=== Exercise ===
The entries follow. Print each one exactly.

Dataset excerpts:
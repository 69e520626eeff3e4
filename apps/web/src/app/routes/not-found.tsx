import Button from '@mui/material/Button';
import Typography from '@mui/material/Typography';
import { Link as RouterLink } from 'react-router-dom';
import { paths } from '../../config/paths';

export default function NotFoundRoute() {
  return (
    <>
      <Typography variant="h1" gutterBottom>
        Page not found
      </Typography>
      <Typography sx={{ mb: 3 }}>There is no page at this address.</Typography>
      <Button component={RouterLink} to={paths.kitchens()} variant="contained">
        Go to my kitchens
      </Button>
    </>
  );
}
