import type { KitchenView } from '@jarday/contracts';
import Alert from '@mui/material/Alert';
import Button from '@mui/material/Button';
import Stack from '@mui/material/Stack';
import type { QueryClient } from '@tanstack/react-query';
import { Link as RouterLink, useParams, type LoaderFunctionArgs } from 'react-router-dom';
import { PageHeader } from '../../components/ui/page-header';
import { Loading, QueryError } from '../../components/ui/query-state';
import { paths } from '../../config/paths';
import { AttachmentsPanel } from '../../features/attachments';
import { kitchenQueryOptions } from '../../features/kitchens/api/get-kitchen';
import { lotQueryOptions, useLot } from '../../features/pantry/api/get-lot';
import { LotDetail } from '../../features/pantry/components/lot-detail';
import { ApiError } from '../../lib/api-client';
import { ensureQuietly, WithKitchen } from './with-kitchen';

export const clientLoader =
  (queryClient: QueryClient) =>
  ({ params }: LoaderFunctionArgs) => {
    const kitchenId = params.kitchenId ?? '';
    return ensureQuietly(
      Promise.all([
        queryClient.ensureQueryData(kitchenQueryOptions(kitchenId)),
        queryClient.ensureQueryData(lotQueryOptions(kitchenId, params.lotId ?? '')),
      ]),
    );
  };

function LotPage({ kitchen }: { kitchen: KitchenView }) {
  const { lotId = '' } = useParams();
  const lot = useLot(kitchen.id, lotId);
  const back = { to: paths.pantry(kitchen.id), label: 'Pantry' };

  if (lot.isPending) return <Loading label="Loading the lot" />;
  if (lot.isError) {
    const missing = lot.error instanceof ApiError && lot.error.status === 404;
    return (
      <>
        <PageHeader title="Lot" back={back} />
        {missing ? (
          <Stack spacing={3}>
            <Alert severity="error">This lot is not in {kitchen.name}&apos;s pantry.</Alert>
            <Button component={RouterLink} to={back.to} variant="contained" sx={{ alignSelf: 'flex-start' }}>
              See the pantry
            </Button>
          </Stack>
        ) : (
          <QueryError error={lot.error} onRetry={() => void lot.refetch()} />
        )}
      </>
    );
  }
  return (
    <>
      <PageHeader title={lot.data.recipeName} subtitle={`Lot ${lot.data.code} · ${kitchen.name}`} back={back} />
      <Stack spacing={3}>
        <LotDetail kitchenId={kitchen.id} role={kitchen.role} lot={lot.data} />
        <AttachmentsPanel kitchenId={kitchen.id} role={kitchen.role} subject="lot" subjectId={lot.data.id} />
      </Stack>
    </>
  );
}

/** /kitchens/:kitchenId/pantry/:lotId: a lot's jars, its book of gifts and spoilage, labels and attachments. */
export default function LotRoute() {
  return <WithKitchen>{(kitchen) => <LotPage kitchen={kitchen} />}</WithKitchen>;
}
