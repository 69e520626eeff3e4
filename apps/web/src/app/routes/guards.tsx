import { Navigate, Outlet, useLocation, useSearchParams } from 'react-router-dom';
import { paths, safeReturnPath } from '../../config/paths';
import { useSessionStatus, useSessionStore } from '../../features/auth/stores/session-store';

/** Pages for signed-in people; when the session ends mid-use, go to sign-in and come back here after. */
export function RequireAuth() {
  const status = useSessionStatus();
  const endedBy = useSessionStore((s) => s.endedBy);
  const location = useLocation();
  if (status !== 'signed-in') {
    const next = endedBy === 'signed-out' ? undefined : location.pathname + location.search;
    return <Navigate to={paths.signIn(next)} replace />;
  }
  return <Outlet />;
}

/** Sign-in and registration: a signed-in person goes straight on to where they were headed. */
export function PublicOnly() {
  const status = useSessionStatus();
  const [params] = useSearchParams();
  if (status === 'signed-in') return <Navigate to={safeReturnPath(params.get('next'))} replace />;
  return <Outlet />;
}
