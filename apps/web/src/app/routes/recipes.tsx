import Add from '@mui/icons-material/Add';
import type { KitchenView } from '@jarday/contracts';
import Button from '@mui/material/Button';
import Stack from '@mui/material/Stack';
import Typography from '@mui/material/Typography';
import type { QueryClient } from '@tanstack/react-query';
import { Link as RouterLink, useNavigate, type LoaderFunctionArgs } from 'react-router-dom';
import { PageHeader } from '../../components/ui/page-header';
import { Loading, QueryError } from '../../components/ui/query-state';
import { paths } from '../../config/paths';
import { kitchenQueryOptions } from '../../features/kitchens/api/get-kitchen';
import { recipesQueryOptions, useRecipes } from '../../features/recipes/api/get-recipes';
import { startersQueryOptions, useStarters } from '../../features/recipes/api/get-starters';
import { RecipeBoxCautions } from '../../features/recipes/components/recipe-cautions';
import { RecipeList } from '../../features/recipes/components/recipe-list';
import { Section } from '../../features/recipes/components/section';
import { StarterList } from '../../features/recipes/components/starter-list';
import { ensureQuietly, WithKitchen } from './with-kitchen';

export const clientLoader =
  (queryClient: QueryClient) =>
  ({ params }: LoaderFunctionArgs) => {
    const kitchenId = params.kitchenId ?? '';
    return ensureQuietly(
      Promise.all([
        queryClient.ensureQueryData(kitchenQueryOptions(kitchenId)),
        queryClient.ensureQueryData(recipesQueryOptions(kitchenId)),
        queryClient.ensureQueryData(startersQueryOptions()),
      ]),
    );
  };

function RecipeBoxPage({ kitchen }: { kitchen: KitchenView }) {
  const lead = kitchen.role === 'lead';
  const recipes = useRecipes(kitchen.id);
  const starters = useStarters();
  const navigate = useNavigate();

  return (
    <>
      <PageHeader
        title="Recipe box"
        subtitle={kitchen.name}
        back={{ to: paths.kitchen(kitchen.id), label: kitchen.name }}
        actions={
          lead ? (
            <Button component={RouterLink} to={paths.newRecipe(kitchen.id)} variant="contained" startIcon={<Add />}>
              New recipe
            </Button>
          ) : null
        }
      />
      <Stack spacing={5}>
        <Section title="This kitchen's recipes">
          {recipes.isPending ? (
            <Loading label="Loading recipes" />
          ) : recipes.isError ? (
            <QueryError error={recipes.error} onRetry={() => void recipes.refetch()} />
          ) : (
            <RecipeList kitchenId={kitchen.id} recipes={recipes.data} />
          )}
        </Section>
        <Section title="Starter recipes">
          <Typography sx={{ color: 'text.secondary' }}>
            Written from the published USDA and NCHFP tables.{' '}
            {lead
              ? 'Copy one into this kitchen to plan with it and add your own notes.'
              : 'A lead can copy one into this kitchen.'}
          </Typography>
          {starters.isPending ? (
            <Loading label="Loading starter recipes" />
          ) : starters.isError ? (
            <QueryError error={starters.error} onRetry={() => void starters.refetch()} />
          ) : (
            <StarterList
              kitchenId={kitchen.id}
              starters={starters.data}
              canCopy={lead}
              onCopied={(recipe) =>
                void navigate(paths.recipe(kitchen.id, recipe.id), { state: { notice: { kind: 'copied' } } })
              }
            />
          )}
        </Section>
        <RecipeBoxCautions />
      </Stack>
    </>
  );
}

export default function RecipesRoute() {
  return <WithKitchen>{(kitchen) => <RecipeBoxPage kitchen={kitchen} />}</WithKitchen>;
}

=== Written reply ===
repository 69e520626eeff3e4
filename apps/web/src/app/routes/not-found.tsx
import Button from '@mui/material/Button';
import Typography from '@mui/material/Typography';
import { Link as RouterLink } from 'react-router-dom';
import { paths } from '../../config/paths';

export default function NotFoundRoute() {
  return (
    <>
      <Typography variant="h1" gutterBottom>
        Page not found
      </Typography>
      <Typography sx={{ mb: 3 }}>There is no page at this address.</Typography>
      <Button component={RouterLink} to={paths.kitchens()} variant="contained">
        Go to my kitchens
      </Button>
    </>
  );
}
import type { KitchenView } from '@jarday/contracts';
import Alert from '@mui/material/Alert';
import Button from '@mui/material/Button';
import Stack from '@mui/material/Stack';
import type { QueryClient } from '@tanstack/react-query';
import { Link as RouterLink, useParams, type LoaderFunctionArgs } from 'react-router-dom';
import { PageHeader } from '../../components/ui/page-header';
import { Loading, QueryError } from '../../components/ui/query-state';
import { paths } from '../../config/paths';
import { AttachmentsPanel } from '../../features/attachments';
import { kitchenQueryOptions } from '../../features/kitchens/api/get-kitchen';
import { lotQueryOptions, useLot } from '../../features/pantry/api/get-lot';
import { LotDetail } from '../../features/pantry/components/lot-detail';
import { ApiError } from '../../lib/api-client';
import { ensureQuietly, WithKitchen } from './with-kitchen';

export const clientLoader =
  (queryClient: QueryClient) =>
  ({ params }: LoaderFunctionArgs) => {
    const kitchenId = params.kitchenId ?? '';
    return ensureQuietly(
      Promise.all([
        queryClient.ensureQueryData(kitchenQueryOptions(kitchenId)),
        queryClient.ensureQueryData(lotQueryOptions(kitchenId, params.lotId ?? '')),
      ]),
    );
  };

function LotPage({ kitchen }: { kitchen: KitchenView }) {
  const { lotId = '' } = useParams();
  const lot = useLot(kitchen.id, lotId);
  const back = { to: paths.pantry(kitchen.id), label: 'Pantry' };

  if (lot.isPending) return <Loading label="Loading the lot" />;
  if (lot.isError) {
    const missing = lot.error instanceof ApiError && lot.error.status === 404;
    return (
      <>
        <PageHeader title="Lot" back={back} />
        {missing ? (
          <Stack spacing={3}>
            <Alert severity="error">This lot is not in {kitchen.name}&apos;s pantry.</Alert>
            <Button component={RouterLink} to={back.to} variant="contained" sx={{ alignSelf: 'flex-start' }}>
              See the pantry
            </Button>
          </Stack>
        ) : (
          <QueryError error={lot.error} onRetry={() => void lot.refetch()} />
        )}
      </>
    );
  }
  return (
    <>
      <PageHeader title={lot.data.recipeName} subtitle={`Lot ${lot.data.code} · ${kitchen.name}`} back={back} />
      <Stack spacing={3}>
        <LotDetail kitchenId={kitchen.id} role={kitchen.role} lot={lot.data} />
        <AttachmentsPanel kitchenId={kitchen.id} role={kitchen.role} subject="lot" subjectId={lot.data.id} />
      </Stack>
    </>
  );
}

/** /kitchens/:kitchenId/pantry/:lotId: a lot's jars, its book of gifts and spoilage, labels and attachments. */
export default function LotRoute() {
  return <WithKitchen>{(kitchen) => <LotPage kitchen={kitchen} />}</WithKitchen>;
}
repository 69e520626eeff3e4
filename apps/web/src/app/routes/guards.tsx
import { Navigate, Outlet, useLocation, useSearchParams } from 'react-router-dom';
import { paths, safeReturnPath } from '../../config/paths';
import { useSessionStatus, useSessionStore } from '../../features/auth/stores/session-store';

/** Pages for signed-in people; when the session ends mid-use, go to sign-in and come back here after. */
export function RequireAuth() {
  const status = useSessionStatus();
  const endedBy = useSessionStore((s) => s.endedBy);
  const location = useLocation();
  if (status !== 'signed-in') {
    const next = endedBy === 'signed-out' ? undefined : location.pathname + location.search;
    return <Navigate to={paths.signIn(next)} replace />;
  }
  return <Outlet />;
}

/** Sign-in and registration: a signed-in person goes straight on to where they were headed. */
export function PublicOnly() {
  const status = useSessionStatus();
  const [params] = useSearchParams();
  if (status === 'signed-in') return <Navigate to={safeReturnPath(params.get('next'))} replace />;
  return <Outlet />;
}
filename apps/web/src/app/routes/recipes.tsx
import Add from '@mui/icons-material/Add';
import type { KitchenView } from '@jarday/contracts';
import Button from '@mui/material/Button';
import Stack from '@mui/material/Stack';
import Typography from '@mui/material/Typography';
import type { QueryClient } from '@tanstack/react-query';
import { Link as RouterLink, useNavigate, type LoaderFunctionArgs } from 'react-router-dom';
import { PageHeader } from '../../components/ui/page-header';
import { Loading, QueryError } from '../../components/ui/query-state';
import { paths } from '../../config/paths';
import { kitchenQueryOptions } from '../../features/kitchens/api/get-kitchen';
import { recipesQueryOptions, useRecipes } from '../../features/recipes/api/get-recipes';
import { startersQueryOptions, useStarters } from '../../features/recipes/api/get-starters';
import { RecipeBoxCautions } from '../../features/recipes/components/recipe-cautions';
import { RecipeList } from '../../features/recipes/components/recipe-list';
import { Section } from '../../features/recipes/components/section';
import { StarterList } from '../../features/recipes/components/starter-list';
import { ensureQuietly, WithKitchen } from './with-kitchen';

export const clientLoader =
  (queryClient: QueryClient) =>
  ({ params }: LoaderFunctionArgs) => {
    const kitchenId = params.kitchenId ?? '';
    return ensureQuietly(
      Promise.all([
        queryClient.ensureQueryData(kitchenQueryOptions(kitchenId)),
        queryClient.ensureQueryData(recipesQueryOptions(kitchenId)),
        queryClient.ensureQueryData(startersQueryOptions()),
      ]),
    );
  };

function RecipeBoxPage({ kitchen }: { kitchen: KitchenView }) {
  const lead = kitchen.role === 'lead';
  const recipes = useRecipes(kitchen.id);
  const starters = useStarters();
  const navigate = useNavigate();

  return (
    <>
      <PageHeader
        title="Recipe box"
        subtitle={kitchen.name}
        back={{ to: paths.kitchen(kitchen.id), label: kitchen.name }}
        actions={
          lead ? (
            <Button component={RouterLink} to={paths.newRecipe(kitchen.id)} variant="contained" startIcon={<Add />}>
              New recipe
            </Button>
          ) : null
        }
      />
      <Stack spacing={5}>
        <Section title="This kitchen's recipes">
          {recipes.isPending ? (
            <Loading label="Loading recipes" />
          ) : recipes.isError ? (
            <QueryError error={recipes.error} onRetry={() => void recipes.refetch()} />
          ) : (
            <RecipeList kitchenId={kitchen.id} recipes={recipes.data} />
          )}
        </Section>
        <Section title="Starter recipes">
          <Typography sx={{ color: 'text.secondary' }}>
            Written from the published USDA and NCHFP tables.{' '}
            {lead
              ? 'Copy one into this kitchen to plan with it and add your own notes.'
              : 'A lead can copy one into this kitchen.'}
          </Typography>
          {starters.isPending ? (
            <Loading label="Loading starter recipes" />
          ) : starters.isError ? (
            <QueryError error={starters.error} onRetry={() => void starters.refetch()} />
          ) : (
            <StarterList
              kitchenId={kitchen.id}
              starters={starters.data}
              canCopy={lead}
              onCopied={(recipe) =>
                void navigate(paths.recipe(kitchen.id, recipe.id), { state: { notice: { kind: 'copied' } } })
              }
            />
          )}
        </Section>
        <RecipeBoxCautions />
      </Stack>
    </>
  );
}

export default function RecipesRoute() {
  return <WithKitchen>{(kitchen) => <RecipeBoxPage kitchen={kitchen} />}</WithKitchen>;
}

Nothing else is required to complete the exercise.